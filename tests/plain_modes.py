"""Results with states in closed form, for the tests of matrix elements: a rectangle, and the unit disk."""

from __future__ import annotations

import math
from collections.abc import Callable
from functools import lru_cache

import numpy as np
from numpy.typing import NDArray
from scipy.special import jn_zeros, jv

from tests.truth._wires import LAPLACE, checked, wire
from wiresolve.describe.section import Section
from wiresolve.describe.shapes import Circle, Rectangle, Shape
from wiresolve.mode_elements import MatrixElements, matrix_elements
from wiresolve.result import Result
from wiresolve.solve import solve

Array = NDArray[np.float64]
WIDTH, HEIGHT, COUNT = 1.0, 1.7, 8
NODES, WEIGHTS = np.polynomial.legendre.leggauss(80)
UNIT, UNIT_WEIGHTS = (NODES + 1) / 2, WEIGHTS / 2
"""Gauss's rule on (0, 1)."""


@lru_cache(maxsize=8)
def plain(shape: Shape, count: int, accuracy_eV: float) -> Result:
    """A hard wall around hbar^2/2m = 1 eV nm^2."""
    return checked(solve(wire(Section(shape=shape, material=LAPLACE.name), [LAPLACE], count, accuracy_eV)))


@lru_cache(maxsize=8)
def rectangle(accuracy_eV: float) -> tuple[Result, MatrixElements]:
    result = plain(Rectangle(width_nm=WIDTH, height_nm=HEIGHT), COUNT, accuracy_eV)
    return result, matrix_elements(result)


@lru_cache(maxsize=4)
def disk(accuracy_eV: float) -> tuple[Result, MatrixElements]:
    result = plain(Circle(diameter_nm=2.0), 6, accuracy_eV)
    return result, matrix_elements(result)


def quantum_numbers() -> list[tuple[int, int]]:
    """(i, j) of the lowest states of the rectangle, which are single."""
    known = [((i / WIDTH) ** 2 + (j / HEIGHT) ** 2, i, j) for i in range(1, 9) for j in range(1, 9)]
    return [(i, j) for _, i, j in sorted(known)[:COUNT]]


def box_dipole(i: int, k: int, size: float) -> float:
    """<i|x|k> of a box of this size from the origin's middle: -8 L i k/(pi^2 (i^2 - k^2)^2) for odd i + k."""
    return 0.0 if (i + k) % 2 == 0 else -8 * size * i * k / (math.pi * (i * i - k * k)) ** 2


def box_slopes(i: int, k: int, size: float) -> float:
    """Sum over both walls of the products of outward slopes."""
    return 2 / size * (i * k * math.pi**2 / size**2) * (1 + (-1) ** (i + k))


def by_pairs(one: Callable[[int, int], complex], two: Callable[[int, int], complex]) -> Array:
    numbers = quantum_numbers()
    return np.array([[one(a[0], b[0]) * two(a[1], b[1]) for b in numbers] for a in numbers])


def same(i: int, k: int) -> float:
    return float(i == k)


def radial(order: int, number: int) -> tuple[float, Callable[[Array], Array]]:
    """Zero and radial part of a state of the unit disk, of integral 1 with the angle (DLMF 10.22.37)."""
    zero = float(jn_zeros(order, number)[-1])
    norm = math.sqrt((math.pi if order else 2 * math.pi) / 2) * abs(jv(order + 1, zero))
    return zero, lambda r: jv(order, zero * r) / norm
...
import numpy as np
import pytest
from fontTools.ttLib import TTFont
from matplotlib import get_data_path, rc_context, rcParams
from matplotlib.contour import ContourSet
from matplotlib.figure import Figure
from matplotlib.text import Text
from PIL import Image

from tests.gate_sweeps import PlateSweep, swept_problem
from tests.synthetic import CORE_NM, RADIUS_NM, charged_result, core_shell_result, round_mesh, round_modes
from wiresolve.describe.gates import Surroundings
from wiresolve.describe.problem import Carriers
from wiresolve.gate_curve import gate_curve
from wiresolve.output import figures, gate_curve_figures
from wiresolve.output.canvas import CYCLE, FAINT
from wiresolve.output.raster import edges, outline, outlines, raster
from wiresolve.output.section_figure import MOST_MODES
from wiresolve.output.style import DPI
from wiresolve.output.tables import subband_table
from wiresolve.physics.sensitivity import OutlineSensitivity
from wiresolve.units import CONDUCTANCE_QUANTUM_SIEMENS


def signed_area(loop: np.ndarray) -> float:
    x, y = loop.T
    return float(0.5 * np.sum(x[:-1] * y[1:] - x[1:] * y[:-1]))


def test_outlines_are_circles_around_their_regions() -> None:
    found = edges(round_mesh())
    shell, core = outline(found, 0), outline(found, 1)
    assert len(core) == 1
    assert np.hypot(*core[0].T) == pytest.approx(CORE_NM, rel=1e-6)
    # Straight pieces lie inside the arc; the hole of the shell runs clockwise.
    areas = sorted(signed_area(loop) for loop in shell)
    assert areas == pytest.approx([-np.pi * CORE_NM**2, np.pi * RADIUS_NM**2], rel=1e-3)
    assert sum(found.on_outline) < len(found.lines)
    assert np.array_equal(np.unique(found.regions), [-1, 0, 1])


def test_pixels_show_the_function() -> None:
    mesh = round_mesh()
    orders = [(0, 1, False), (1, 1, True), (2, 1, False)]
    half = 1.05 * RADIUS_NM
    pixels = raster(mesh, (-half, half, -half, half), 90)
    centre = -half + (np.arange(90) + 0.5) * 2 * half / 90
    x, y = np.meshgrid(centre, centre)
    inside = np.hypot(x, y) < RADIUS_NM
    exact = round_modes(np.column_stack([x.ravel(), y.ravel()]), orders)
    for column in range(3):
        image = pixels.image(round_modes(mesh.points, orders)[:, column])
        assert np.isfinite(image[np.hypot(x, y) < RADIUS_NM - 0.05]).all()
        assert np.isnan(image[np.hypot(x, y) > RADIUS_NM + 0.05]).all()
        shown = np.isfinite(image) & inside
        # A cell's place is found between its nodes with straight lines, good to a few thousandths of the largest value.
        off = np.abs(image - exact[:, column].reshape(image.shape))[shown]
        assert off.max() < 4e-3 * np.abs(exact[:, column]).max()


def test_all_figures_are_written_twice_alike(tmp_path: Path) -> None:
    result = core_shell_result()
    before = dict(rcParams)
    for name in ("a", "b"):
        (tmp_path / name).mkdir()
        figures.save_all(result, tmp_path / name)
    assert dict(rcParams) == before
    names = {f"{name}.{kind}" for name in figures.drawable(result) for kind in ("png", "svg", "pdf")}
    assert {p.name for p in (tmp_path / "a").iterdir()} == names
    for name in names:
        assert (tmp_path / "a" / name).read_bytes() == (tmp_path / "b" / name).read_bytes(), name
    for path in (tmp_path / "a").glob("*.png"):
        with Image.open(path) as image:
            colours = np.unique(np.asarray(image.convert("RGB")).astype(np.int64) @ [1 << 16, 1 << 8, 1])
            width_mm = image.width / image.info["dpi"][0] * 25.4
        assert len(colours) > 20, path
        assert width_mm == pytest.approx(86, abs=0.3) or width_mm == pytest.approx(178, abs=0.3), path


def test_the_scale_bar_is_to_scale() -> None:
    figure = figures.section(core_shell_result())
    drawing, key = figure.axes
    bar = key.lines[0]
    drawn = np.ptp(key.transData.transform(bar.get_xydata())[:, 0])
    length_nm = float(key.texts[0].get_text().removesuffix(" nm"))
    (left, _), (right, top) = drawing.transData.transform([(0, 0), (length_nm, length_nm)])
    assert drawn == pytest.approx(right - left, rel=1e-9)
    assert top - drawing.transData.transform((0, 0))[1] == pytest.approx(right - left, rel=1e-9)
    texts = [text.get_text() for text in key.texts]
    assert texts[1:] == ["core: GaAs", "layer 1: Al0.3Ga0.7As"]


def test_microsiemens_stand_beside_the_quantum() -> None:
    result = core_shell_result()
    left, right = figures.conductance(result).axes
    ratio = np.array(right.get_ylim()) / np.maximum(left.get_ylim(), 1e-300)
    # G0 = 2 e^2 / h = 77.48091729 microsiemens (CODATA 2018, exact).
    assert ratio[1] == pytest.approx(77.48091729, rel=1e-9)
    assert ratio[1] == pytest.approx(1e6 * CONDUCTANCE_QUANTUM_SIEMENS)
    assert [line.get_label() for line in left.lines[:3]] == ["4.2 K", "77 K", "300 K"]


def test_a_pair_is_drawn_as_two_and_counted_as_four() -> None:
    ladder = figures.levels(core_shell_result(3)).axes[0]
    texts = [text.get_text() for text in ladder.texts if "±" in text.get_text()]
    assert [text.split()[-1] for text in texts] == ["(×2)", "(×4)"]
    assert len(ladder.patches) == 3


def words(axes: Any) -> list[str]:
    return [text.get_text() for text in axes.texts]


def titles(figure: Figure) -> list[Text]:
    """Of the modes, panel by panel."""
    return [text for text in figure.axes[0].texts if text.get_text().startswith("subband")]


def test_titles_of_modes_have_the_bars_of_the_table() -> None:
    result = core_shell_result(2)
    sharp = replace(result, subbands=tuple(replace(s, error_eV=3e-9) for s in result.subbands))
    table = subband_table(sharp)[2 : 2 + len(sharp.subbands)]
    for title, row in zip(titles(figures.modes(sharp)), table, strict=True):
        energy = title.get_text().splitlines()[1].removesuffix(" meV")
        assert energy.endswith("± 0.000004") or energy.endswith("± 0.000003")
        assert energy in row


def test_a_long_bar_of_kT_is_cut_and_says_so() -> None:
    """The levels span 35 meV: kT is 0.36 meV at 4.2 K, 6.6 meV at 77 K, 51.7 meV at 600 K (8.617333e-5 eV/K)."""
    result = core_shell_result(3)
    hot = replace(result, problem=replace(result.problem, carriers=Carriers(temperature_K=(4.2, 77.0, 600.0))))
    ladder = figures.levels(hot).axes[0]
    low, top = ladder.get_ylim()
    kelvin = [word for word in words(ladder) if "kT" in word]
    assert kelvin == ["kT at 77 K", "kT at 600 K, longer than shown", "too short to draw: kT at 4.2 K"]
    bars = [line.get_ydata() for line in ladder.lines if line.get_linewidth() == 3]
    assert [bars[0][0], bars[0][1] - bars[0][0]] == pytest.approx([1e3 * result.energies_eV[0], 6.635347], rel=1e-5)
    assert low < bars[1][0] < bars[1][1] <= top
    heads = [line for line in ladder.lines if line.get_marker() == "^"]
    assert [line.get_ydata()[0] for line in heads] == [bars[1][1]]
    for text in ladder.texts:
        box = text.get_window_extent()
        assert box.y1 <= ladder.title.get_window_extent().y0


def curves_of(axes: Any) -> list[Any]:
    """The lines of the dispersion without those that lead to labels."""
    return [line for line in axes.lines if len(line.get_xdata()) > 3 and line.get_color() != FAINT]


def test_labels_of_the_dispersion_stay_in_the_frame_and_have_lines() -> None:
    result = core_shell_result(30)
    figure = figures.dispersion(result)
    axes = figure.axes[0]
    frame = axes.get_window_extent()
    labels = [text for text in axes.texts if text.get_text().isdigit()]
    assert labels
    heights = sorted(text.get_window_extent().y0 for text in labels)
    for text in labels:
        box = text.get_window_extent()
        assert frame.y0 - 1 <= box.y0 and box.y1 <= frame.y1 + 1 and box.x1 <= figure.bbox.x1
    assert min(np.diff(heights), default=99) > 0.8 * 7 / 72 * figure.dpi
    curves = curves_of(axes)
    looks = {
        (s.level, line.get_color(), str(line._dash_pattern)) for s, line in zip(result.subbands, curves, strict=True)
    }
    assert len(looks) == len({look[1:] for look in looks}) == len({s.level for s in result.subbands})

[EXERCISE] What is asked for is an exact copy of the lines above from the one containing "from wiresolve.mode_elements import" through the one containing "hard wall around", and only those.

[TASK RESPONSE]
from wiresolve.mode_elements import MatrixElements, matrix_elements
from wiresolve.result import Result
from wiresolve.solve import solve

Array = NDArray[np.float64]
WIDTH, HEIGHT, COUNT = 1.0, 1.7, 8
NODES, WEIGHTS = np.polynomial.legendre.leggauss(80)
UNIT, UNIT_WEIGHTS = (NODES + 1) / 2, WEIGHTS / 2
"""Gauss's rule on (0, 1)."""


@lru_cache(maxsize=8)
def plain(shape: Shape, count: int, accuracy_eV: float) -> Result:
    """A hard wall around hbar^2/2m = 1 eV nm^2."""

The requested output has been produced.